Aim of the task :: Starting at the top of the entries below, set down every line exactly, please, until you reach the line with "air reaching infinity.", which is included too.
BEGIN Data in this exercise
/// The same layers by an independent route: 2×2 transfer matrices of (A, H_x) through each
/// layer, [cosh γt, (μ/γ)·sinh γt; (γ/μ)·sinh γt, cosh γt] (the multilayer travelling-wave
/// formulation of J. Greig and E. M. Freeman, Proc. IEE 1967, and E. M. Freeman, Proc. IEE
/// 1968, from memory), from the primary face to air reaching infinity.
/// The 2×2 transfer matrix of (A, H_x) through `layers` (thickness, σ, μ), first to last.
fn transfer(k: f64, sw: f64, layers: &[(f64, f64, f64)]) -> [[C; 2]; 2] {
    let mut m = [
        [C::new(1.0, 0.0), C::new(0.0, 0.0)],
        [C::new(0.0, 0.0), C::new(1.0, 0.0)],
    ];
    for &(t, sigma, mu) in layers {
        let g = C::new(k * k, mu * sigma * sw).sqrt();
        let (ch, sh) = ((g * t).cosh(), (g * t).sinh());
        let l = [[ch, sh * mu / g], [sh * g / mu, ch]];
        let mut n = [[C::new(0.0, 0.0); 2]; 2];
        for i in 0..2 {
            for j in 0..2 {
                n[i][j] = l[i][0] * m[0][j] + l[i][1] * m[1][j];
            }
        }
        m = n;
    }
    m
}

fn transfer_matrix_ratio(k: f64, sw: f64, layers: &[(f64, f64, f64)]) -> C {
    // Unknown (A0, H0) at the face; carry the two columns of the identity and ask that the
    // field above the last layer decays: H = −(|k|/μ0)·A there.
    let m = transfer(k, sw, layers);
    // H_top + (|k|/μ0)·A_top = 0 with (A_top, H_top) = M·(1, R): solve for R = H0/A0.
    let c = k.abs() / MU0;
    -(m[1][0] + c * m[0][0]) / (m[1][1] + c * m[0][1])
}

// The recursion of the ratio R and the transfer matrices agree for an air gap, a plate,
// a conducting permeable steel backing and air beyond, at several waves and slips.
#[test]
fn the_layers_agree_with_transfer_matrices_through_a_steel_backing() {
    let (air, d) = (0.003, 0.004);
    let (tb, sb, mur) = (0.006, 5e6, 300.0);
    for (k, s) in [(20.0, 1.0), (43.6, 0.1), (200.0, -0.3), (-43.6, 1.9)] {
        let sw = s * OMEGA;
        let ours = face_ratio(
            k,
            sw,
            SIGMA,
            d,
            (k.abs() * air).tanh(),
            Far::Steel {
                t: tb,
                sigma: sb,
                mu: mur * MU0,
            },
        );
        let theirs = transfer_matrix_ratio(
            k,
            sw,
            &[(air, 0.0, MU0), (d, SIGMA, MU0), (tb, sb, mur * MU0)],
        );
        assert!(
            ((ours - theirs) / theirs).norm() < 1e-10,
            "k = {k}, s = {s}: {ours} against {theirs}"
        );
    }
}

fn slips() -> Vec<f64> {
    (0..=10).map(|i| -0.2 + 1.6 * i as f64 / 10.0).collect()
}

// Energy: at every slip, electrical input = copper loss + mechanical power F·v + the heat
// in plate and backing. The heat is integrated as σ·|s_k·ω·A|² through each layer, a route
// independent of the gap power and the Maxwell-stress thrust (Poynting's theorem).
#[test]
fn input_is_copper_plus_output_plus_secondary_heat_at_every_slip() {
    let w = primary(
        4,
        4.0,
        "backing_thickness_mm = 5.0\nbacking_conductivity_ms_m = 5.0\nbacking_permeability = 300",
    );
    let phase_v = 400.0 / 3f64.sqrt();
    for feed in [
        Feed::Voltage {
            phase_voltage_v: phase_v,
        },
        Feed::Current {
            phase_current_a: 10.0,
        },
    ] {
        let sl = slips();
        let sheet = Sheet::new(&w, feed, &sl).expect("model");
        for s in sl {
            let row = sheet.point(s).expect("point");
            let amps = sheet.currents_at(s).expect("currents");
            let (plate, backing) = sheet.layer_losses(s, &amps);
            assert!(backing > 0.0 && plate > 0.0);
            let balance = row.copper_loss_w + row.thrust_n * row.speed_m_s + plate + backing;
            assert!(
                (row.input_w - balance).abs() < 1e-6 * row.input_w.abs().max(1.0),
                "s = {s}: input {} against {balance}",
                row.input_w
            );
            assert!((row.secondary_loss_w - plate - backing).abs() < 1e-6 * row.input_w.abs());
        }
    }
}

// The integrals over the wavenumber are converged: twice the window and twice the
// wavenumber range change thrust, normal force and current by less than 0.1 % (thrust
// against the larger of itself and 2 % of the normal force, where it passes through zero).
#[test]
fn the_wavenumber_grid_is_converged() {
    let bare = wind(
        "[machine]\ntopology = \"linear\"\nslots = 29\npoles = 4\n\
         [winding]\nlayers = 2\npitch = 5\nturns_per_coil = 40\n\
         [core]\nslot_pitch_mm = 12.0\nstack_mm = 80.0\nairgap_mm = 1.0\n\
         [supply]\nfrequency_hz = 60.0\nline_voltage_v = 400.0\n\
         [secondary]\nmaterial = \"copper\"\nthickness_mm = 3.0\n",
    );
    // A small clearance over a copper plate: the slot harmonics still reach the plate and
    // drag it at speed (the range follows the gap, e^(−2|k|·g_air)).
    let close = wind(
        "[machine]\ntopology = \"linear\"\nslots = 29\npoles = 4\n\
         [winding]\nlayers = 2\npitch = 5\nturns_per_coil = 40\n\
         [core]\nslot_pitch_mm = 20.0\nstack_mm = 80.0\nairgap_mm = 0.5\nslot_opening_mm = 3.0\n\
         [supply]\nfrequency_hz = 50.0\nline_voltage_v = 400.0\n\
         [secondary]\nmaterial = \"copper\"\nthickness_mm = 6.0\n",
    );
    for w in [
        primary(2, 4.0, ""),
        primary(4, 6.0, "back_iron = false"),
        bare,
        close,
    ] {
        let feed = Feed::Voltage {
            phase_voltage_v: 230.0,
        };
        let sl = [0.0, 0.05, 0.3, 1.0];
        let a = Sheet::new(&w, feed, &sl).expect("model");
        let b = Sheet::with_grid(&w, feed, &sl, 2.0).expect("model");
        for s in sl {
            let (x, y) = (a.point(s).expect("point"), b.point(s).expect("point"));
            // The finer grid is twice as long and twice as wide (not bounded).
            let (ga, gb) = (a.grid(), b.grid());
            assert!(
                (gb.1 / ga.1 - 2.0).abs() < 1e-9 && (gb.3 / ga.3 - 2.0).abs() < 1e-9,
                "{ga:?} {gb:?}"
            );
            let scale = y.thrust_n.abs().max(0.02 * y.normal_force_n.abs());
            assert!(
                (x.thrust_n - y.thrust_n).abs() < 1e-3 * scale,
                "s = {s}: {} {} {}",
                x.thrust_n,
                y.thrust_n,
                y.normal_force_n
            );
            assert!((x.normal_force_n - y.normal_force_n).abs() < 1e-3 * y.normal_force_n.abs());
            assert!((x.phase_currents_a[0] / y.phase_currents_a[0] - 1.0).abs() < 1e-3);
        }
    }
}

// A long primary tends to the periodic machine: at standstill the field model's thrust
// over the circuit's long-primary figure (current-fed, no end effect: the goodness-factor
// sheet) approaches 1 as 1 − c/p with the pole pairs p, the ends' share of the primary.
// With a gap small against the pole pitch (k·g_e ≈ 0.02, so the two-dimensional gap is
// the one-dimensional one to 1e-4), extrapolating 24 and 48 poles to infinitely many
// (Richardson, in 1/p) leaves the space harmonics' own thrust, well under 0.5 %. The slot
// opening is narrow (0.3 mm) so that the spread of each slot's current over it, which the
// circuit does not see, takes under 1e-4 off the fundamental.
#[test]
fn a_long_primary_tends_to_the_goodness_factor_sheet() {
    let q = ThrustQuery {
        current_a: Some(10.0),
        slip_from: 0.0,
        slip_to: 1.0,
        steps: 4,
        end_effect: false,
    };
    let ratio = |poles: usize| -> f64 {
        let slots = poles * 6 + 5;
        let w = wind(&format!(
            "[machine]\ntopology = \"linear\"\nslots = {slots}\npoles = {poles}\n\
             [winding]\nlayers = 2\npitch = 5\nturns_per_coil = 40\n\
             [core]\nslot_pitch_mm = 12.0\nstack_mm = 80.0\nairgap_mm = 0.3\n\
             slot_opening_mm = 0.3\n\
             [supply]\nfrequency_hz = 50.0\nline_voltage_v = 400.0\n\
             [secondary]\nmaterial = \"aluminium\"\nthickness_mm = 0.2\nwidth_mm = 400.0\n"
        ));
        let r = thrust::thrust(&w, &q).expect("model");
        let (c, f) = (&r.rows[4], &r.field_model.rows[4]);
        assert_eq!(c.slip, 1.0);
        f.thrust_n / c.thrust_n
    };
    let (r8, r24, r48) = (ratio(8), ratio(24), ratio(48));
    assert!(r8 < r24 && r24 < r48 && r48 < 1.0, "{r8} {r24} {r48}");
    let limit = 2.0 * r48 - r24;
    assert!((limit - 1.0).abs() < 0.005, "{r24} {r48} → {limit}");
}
END Data in this exercise
Answer for this exercise ::
/// The same layers by an independent route: 2×2 transfer matrices of (A, H_x) through each
/// layer, [cosh γt, (μ/γ)·sinh γt; (γ/μ)·sinh γt, cosh γt] (the multilayer travelling-wave
/// formulation of J. Greig and E. M. Freeman, Proc. IEE 1967, and E. M. Freeman, Proc. IEE
/// 1968, from memory), from the primary face to air reaching infinity.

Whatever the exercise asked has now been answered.